/**
 * `npm run bench`: figures, never verdicts. Each line names what was measured, its aim and what came out; on a shared machine
 * compare figures of one run with each other.
 */
import { spawn } from "node:child_process";
import { readFileSync, rmSync } from "node:fs";
import { createServer } from "node:http";
import { availableParallelism } from "node:os";
import { join } from "node:path";
import { gzipSync } from "node:zlib";
import autocannon from "autocannon";
import { committedTables } from "#data/build/committed-tables.ts";
import { compositionOfFormula, constantsOverEnergy, parseFormula, withDensity } from "#src/lib/physics/index.ts";
import { searchMaterials } from "#src/lib/services/materials.ts";
import { folder, freePort } from "#tests/support/server.ts";
import { planes } from "./planes.ts";

const say = (what: string, figure: string, aim = ""): void =>
  console.log(`${what.padEnd(66)} ${figure.padStart(16)}${aim === "" ? "" : `   aim ${aim}`}`);
const ms = (value: number): string => `${value < 10 ? value.toFixed(2) : value.toFixed(0)} ms`;

function quantile(sorted: readonly number[], share: number): number {
  return sorted[Math.min(sorted.length - 1, Math.floor(share * sorted.length))] ?? Number.NaN;
}

/** Median and 99th percentile of repeated runs, after a warm-up. */
function repeat(times: number, work: () => void): { median: number; p99: number } {
  for (let i = 0; i < Math.min(times, 50); i++) work();
  const took = Array.from({ length: times }, () => {
    const start = performance.now();
    work();
    return performance.now() - start;
  }).sort((a, b) => a - b);
  return { median: quantile(took, 0.5), p99: quantile(took, 0.99) };
}

function core(): void {
  const tables = committedTables();
  const energies = Float64Array.from({ length: 1000 }, (_, index) => 1000 * 100 ** (index / 999));
  const glass = withDensity(compositionOfFormula(parseFormula("Na2CaSi6AlO14")), 2500);
  const five = repeat(400, () => constantsOverEnergy(glass, energies, tables));
  say("1,000 energies of a five-element compound, median", ms(five.median), "1 ms");
  say("  the same, 99th percentile", ms(five.p99));
  const long = `Ca5(PO4)3OH·${"C".repeat(240)}`;
  const short = repeat(400, () => parseFormula("Ca5(PO4)3OH"));
  const full = repeat(400, () => parseFormula(long));
  say(
    "Reading a formula of 11 and of 252 characters",
    `${(short.median * 1000).toFixed(1)} / ${(full.median * 1000).toFixed(1)} µs`,
  );
  const search = repeat(100, () => searchMaterials("hydroxiapatit mineral of bone, sixty-four characters long text"));
  say("Search of the handbook, 62 characters, median and 99th percentile", `${ms(search.median)} / ${ms(search.p99)}`);
}

interface Started {
  readonly url: string;
  readonly tookMs: number;
  readonly said: () => string;
  readonly stop: () => Promise<void>;
}

async function start(database: string): Promise<Started> {
  const port = await freePort();
  const begun = performance.now();
  let said = "";
  const child = spawn(process.execPath, ["src/server/start.mjs"], {
    stdio: ["ignore", "ignore", "pipe"],
    env: {
      ...process.env,
      NODE_ENV: "production",
      PORT: String(port),
      DATABASE_URL: `file:${database}`,
      LIMITS_FACTOR: "100000",
      LOG_LEVEL: "silent",
    },
  });
  child.stderr.on("data", (chunk: Buffer) => (said += chunk.toString()));
  const url = `http://localhost:${port}`;
  for (;;) {
    const answer = await fetch(`${url}/api/v1/health`).catch(() => null);
    if (answer?.status === 200) break;
    if (child.exitCode !== null) throw new Error(`The program stopped: ${said}`);
    await new Promise((resolve) => setTimeout(resolve, 20));
  }
  return {
    url,
    tookMs: performance.now() - begun,
    said: () => said,
    stop: async () => {
      const ended = new Promise((resolve) => child.once("exit", resolve));
      child.kill("SIGTERM");
      await ended;
    },
  };
}

/** A server that does nothing but send the same bytes. */
async function bare(body: Buffer, type: string): Promise<{ url: string; stop: () => Promise<void> }> {
  const server = createServer((_, response) => {
    response.writeHead(200, { "content-type": type, "content-length": body.length });
    response.end(body);
  });
  const port = await freePort();
  await new Promise<void>((resolve) => server.listen(port, "127.0.0.1", resolve));
  return { url: `http://127.0.0.1:${port}/`, stop: () => new Promise((resolve) => server.close(() => resolve())) };
}

const CONSTANTS = "/api/v1/constants?formula=Ca5P3O13H&densityGCm3=3.16&energiesKeV=10,20,30";

async function served(): Promise<void> {
  const place = folder();
  const database = join(place, "rimelight.db");
  // Building is not what is measured: the first start may have to.
  await (await start(database)).stop();
  rmSync(place, { recursive: true, force: true });
  const fresh = folder();
  const first = await start(join(fresh, "rimelight.db"));
  say("Start with an empty database, to the first good answer", ms(first.tookMs));
  const seeded = /filled.*\((\d+(?:\.\d+)?) s\)/.exec(first.said())?.[1];
  say("  of it filling the database with the tables", seeded === undefined ? "not told" : `${seeded} s`, "under 5 s");
  await first.stop();
  const second = await start(join(fresh, "rimelight.db"));
  say("Second start", ms(second.tookMs), "3 s");

  await autocannon({ url: second.url + CONSTANTS, connections: 10, duration: 3 });
  const paced = await autocannon({ url: second.url + CONSTANTS, connections: 10, overallRate: 200, duration: 10 });
  say("GET constants at 200 requests a second, p50 / p99", `${paced.latency.p50} / ${paced.latency.p99} ms`);
  say("  answers other than 200", String(paced.non2xx + paced.errors + paced.timeouts));
  const free = await autocannon({ url: second.url + CONSTANTS, connections: 10, duration: 8 });
  const body = Buffer.from(await (await fetch(second.url + CONSTANTS)).arrayBuffer());
  const plain = await bare(body, "application/json; charset=utf-8");
  const bound = await autocannon({ url: plain.url, connections: 10, duration: 8 });
  await plain.stop();
  say("GET constants, requests a second", free.requests.average.toFixed(0));
  say("  a bare node:http server with the same bytes", bound.requests.average.toFixed(0));
  say("  ratio", (free.requests.average / bound.requests.average).toFixed(3));
  const page = await autocannon({ url: `${second.url}/constants`, connections: 10, duration: 8 });
  say("Page /constants, requests a second", page.requests.average.toFixed(0));

  const asked = await autocannon({ url: `${second.url}/plan`, connections: 10, duration: 8 });
  say("Page /plan as nobody changed it, requests a second", asked.requests.average.toFixed(0));
  await rankings(second.url);

  const worst = await worstRequest(second.url);
  say("Worst legal request: 2,000 energies, 32 parts of 98 elements", ms(worst));
  for (const path of ["/", "/constants", "/plan", "/materials", "/method"]) await scriptBytes(second.url, path);
  await second.stop();
  rmSync(fresh, { recursive: true, force: true });
}

/** Rankings one after the other, and how long health takes to answer meanwhile: what the main thread is held up. */
async function rankings(url: string): Promise<void> {
  const body = JSON.stringify({
    feature: { material: { materialId: "pmma" }, shape: "fibre", sizeUm: 20 },
    host: { material: { materialId: "water" }, thicknessMm: 5 },
    setup: { setupId: "fine-parallel" },
    use: "tomography",
  });
  const took: number[] = [];
  const waited: number[] = [];
  let going = true;
  const probing = (async () => {
    while (going) {
      const begun = performance.now();
      await (await fetch(`${url}/api/v1/health`)).arrayBuffer();
      waited.push(performance.now() - begun);
      await new Promise((resolve) => setTimeout(resolve, 10));
    }
  })();
  for (let i = 0; i < 20; i++) {
    const begun = performance.now();
    const answer = await fetch(`${url}/api/v1/plans/rank`, {
      method: "POST",
      headers: { "content-type": "application/json" },
      body,
    });
    await answer.arrayBuffer();
    if (answer.status !== 200) throw new Error(`A ranking was refused: ${answer.status}`);
    took.push(performance.now() - begun);
  }
  going = false;
  await probing;
  const [ranks, waits] = [took, waited].map((list) => list.sort((a, b) => a - b)) as [number[], number[]];
  say("Ranking an example setup over the API, median", ms(quantile(ranks, 0.5)));
  say("  health meanwhile, 99th percentile", ms(quantile(waits, 0.99)), "100 ms");
}

async function worstRequest(url: string): Promise<number> {
  const { ELEMENTS } = await import("#src/lib/physics/index.ts");
  const components = Array.from({ length: 32 }, (_, index) => ({
    formula: ELEMENTS.filter((element) => element.atomicNumber % 32 === index)
      .map((element) => element.symbol)
      .join(""),
    fraction: 1 / 32,
  }));
  const request = JSON.stringify({
    material: { components, basis: "mass", densityGCm3: 5 },
    energiesKeV: { from: 1, to: 400, count: 2000 },
  });
  const took: number[] = [];
  for (let i = 0; i < 20; i++) {
    const begun = performance.now();
    const answer = await fetch(`${url}/api/v1/constants`, {
      method: "POST",
      headers: { "content-type": "application/json" },
      body: request,
    });
    await answer.arrayBuffer();
    if (answer.status !== 200) throw new Error(`The worst request was refused: ${answer.status}`);
    took.push(performance.now() - begun);
  }
  return quantile(
    took.sort((a, b) => a - b),
    0.5,
  );
}

/** Scripts a page needs until its served values answer to input: its own, its islands and all they import at once. */
async function scriptBytes(url: string, path: string): Promise<void> {
  const html = await (await fetch(url + path, { headers: { accept: "text/html" } })).text();
  const wanted = [
    ...html.matchAll(/(?:component-url|renderer-url|<script[^>]*src|before-hydration-url)="([^"]+\.js)"/g),
  ].map(([, file]) => file as string);
  const seen = new Set<string>();
  let bytes = 0;
  while (wanted.length > 0) {
    const file = wanted.pop() as string;
    if (seen.has(file)) continue;
    seen.add(file);
    const text = readFileSync(join("dist/client", file), "utf8");
    bytes += gzipSync(text, { level: 9 }).length;
    for (const [, imported] of text.matchAll(/(?:from|import)\s*"(\.\/[^"]+\.js)"/g))
      wanted.push(new URL(imported as string, `http://x${file}`).pathname);
  }
  const aim = path === "/constants" || path === "/" ? "200 kB, 300 kB with the first chart" : "";
  say(`Scripts of ${path}, gzip, chart included`, `${(bytes / 1000).toFixed(1)} kB`, aim);
}

console.log(`Rimelight, Node ${process.version}, ${availableParallelism()} cores\n`);
core();
await planes(committedTables(), say);
await served();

*What you should do*: Go through the preceding material and copy each line that has the word "once".

*Task result*:
      const ended = new Promise((resolve) => child.once("exit", resolve));
/** Scripts a page needs until its served values answer to input: its own, its islands and all they import at once. */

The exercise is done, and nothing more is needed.